The article told about the Russian government's desire to
reunite the remains of their last imperial family in one place—the czar,
czarina, and their five children. However, the mission was not without
roadblocks, namely the need to satisfy skeptics about the validity of all the
remains.
On September 23, 2015, Russian investigators exhumed the
body of Czar Nicholas Romanov II and his wife, Alexandra, as part of an
investigation into the family's death in 1918. It's part of the ongoing attempt
to confirm the remains really belong to Nicholas, Alexandra, and their
children. Some of the family's remains were tested in the early 1990s (the
early days of DNA testing) with the results being that the scientists were
pretty confident that it's really them. The remains exhumed at that time
included the czar, his wife, three of their children and several servants. Two
of the children, Alexei and Maria, were unaccounted for at that time. But…the
officials weren't able to convince the Russian Orthodox Church about the
authenticity of the remains.
The church officials have not come out with their exact
reasons for doubt. There had been some discussion about the Romanov family
having been canonized in 2000 which made the remains holy relics which required
a different way of treating them. In general, church leaders say they just
aren't convinced.
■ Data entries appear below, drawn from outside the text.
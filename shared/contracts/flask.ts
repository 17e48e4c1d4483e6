/** A flask: a steel cylinder used hundreds of times. */
export interface Flask {
  readonly id: string;
  readonly code: string;
  readonly diameterMm: number;
  readonly heightMm: number;
  /** The casting now in it, or null when it is free. */
  readonly openCastingId: string | null;
}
The church's approval is important for bringing the family's
remains together.
The church did, somewhat reluctantly, allow the family's
remains to be interred in the Peter and Paul Cathedral in St. Petersburg where
most of Russia's other czars are buried. But the church still had not accepted
the family's identities in spite of the fact that several rounds of DNA testing
had occurred.
In 2007 another burial site was located containing the
remains of a young man and a young woman. More DNA testing confirmed they were
Alexei and Maria. Those remains, however, were left sitting on a shelf because
the Russian Orthodox Church balked at the idea of adding them to the family
tomb. The church says it believes the family's remains were destroyed and won't
change their position until they are 100 percent sure in spite of the DNA
confirmation.
In February 2016 the church once again blocked the reuniting
of the remains. Currently, the most prevalent explanation is that the church
hierarchy wants to avoid the decision because either choice would alienate key
factions. Rejecting the bones will anger some Orthodox adherents, particularly
those outside Russia, while accepting them will incense a conservative domestic
faction that believes the Soviet government somehow faked the original burial
at the time they died and those aren't the real remains of Czar Nicholas II and
his family.
And the entire effort remains in limbo.